DIRECTIONS: Every line of the records below should be restated exactly.
[Opening DATA section]
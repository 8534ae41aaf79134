import "server-only";
import type { NextAuthOptions } from "next-auth";
import CredentialsProvider from "next-auth/providers/credentials";
import { db } from "@/lib/db";
import type { Role } from "@/lib/db/types";
import { signInSchema } from "@/lib/validation/account";
import { findUserByEmail, findUserById } from "@/lib/server/users";
import { verifyPassword } from "./password";
import { THROTTLE, accountKey, addressKey, clearKey, lockState, recordFailure } from "./throttle";
import { clientAddress } from "./clientAddress";

/** How often a session's role and shop are re-read from PostgreSQL (seconds). */
const ROLE_REFRESH_SECONDS = 60;

const lockedMessage = (minutes: number) =>
  `Too many failed sign-ins. This account is locked for ${minutes} more minute${minutes === 1 ? "" : "s"}; ` +
  "try again later or reset your password.";

export const authOptions: NextAuthOptions = {
  secret: process.env.NEXTAUTH_SECRET,
  session: { strategy: "jwt", maxAge: 60 * 60 * 24 * 14 },
  pages: { signIn: "/sign-in", error: "/sign-in" },
  useSecureCookies: process.env.NODE_ENV === "production" && (process.env.NEXTAUTH_URL ?? "").startsWith("https://"),
  providers: [
    CredentialsProvider({
      name: "E-mail and password",
      credentials: { email: { type: "email" }, password: { type: "password" } },
      async authorize(raw, req) {
        const parsed = signInSchema.safeParse(raw);
        if (!parsed.success) throw new Error("Enter your e-mail address and password.");
        const { email, password } = parsed.data;
        const keys = [accountKey(email), addressKey(clientAddress(req?.headers))];

        const lock = await lockState(db, keys);
        if (lock.locked) throw new Error(lockedMessage(lock.minutesLeft));

        const user = await findUserByEmail(db, email);
        const ok = await verifyPassword(password, user?.password_hash);
        if (!ok || !user) {
          const [acct, addr] = await Promise.all([
            recordFailure(db, keys[0]!, THROTTLE.accountLimit),
            recordFailure(db, keys[1]!, THROTTLE.addressLimit),
          ]);
          if (acct.locked_until || addr.locked_until) throw new Error(lockedMessage(THROTTLE.lockMinutes));
          throw new Error("That e-mail address and password do not match an account.");
        }
        await clearKey(db, keys[0]!);
        return { id: user.id, email: user.email, name: user.name, role: user.role, shopId: user.shop_id };
      },
    }),
  ],
  callbacks: {
    async jwt({ token, user }) {
      const now = Math.floor(Date.now() / 1000);
      if (user) {
        const u = user as unknown as { id: string; role: Role; shopId: string | null };
        return { ...token, uid: u.id, role: u.role, shopId: u.shopId, checkedAt: now };
      }
      // Re-read role and shop now and then, so an admin's change reaches live sessions.
      if (token.uid && (!token.checkedAt || now - token.checkedAt > ROLE_REFRESH_SECONDS)) {
        try {
          const fresh = await findUserById(db, token.uid);
          if (!fresh) return { ...token, uid: undefined, role: undefined, shopId: null, checkedAt: now };
          return { ...token, role: fresh.role, shopId: fresh.shop_id, name: fresh.name, checkedAt: now };
        } catch {
          return token; // database briefly unavailable: keep the last known role
        }
      }
      return token;
    },
    async session({ session, token }) {
      if (!token.uid) return { ...session, user: undefined } as unknown as typeof session;
      session.user = {
        ...session.user,
        id: token.uid,
        role: token.role!,
        shopId: token.shopId ?? null,
      };
      return session;
    },
  },
};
[Closing DATA section]
ANSWER:
repository 8534ae41aaf79134
import "server-only";
import type { NextAuthOptions } from "next-auth";
import CredentialsProvider from "next-auth/providers/credentials";
import { db } from "@/lib/db";
import type { Role } from "@/lib/db/types";
import { signInSchema } from "@/lib/validation/account";
import { findUserByEmail, findUserById } from "@/lib/server/users";
import { verifyPassword } from "./password";
import { THROTTLE, accountKey, addressKey, clearKey, lockState, recordFailure } from "./throttle";
import { clientAddress } from "./clientAddress";

/** How often a session's role and shop are re-read from PostgreSQL (seconds). */
const ROLE_REFRESH_SECONDS = 60;

const lockedMessage = (minutes: number) =>
  `Too many failed sign-ins. This account is locked for ${minutes} more minute${minutes === 1 ? "" : "s"}; ` +
  "try again later or reset your password.";

export const authOptions: NextAuthOptions = {
  secret: process.env.NEXTAUTH_SECRET,
  session: { strategy: "jwt", maxAge: 60 * 60 * 24 * 14 },
  pages: { signIn: "/sign-in", error: "/sign-in" },
  useSecureCookies: process.env.NODE_ENV === "production" && (process.env.NEXTAUTH_URL ?? "").startsWith("https://"),
  providers: [
    CredentialsProvider({
      name: "E-mail and password",
      credentials: { email: { type: "email" }, password: { type: "password" } },
      async authorize(raw, req) {
        const parsed = signInSchema.safeParse(raw);
        if (!parsed.success) throw new Error("Enter your e-mail address and password.");
        const { email, password } = parsed.data;
        const keys = [accountKey(email), addressKey(clientAddress(req?.headers))];

        const lock = await lockState(db, keys);
        if (lock.locked) throw new Error(lockedMessage(lock.minutesLeft));

        const user = await findUserByEmail(db, email);
        const ok = await verifyPassword(password, user?.password_hash);
        if (!ok || !user) {
          const [acct, addr] = await Promise.all([
            recordFailure(db, keys[0]!, THROTTLE.accountLimit),
            recordFailure(db, keys[1]!, THROTTLE.addressLimit),
          ]);
          if (acct.locked_until || addr.locked_until) throw new Error(lockedMessage(THROTTLE.lockMinutes));
          throw new Error("That e-mail address and password do not match an account.");
        }
        await clearKey(db, keys[0]!);
        return { id: user.id, email: user.email, name: user.name, role: user.role, shopId: user.shop_id };
      },
    }),
  ],
  callbacks: {
    async jwt({ token, user }) {
      const now = Math.floor(Date.now() / 1000);
      if (user) {
        const u = user as unknown as { id: string; role: Role; shopId: string | null };
        return { ...token, uid: u.id, role: u.role, shopId: u.shopId, checkedAt: now };
      }
      // Re-read role and shop now and then, so an admin's change reaches live sessions.
      if (token.uid && (!token.checkedAt || now - token.checkedAt > ROLE_REFRESH_SECONDS)) {
        try {
          const fresh = await findUserById(db, token.uid);
          if (!fresh) return { ...token, uid: undefined, role: undefined, shopId: null, checkedAt: now };
          return { ...token, role: fresh.role, shopId: fresh.shop_id, name: fresh.name, checkedAt: now };
        } catch {
          return token; // database briefly unavailable: keep the last known role
        }
      }
      return token;
    },
    async session({ session, token }) {
      if (!token.uid) return { ...session, user: undefined } as unknown as typeof session;
      session.user = {
        ...session.user,
        id: token.uid,
        role: token.role!,
        shopId: token.shopId ?? null,
      };
      return session;
    },
  },
};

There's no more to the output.